• [Task brief] Identify every line in the records below that contains the word "math", and reproduce each one.

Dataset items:

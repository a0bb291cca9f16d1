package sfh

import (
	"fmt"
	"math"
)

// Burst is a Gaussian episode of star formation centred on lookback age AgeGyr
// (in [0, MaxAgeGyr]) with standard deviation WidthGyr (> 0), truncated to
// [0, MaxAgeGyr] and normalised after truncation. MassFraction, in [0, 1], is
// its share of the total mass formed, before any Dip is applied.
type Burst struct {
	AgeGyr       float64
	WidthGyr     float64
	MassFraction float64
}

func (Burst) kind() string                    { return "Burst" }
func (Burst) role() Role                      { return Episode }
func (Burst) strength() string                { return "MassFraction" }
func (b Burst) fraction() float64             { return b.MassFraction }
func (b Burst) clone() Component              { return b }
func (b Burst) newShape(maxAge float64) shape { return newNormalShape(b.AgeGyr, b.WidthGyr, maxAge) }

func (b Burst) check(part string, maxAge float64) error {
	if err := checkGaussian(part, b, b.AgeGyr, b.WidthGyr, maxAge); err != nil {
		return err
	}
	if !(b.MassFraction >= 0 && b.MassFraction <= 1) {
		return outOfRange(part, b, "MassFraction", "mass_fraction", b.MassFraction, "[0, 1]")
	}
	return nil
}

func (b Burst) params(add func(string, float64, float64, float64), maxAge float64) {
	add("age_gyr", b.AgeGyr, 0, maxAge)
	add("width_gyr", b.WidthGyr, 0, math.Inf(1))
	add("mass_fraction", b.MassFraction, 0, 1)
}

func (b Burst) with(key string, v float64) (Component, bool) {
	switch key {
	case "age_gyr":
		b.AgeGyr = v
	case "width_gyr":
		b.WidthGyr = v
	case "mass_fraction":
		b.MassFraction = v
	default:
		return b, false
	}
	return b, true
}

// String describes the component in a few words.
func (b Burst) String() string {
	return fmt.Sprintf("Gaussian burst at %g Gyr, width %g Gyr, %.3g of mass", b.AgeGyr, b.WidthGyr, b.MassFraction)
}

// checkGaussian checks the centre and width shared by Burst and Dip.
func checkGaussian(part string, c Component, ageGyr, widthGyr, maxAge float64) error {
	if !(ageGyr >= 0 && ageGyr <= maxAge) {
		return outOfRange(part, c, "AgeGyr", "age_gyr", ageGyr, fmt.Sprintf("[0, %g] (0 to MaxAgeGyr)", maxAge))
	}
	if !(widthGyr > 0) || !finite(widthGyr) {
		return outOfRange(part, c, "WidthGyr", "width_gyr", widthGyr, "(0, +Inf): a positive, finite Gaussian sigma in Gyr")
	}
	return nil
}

• [Written reply]
	"math"
	add("width_gyr", b.WidthGyr, 0, math.Inf(1))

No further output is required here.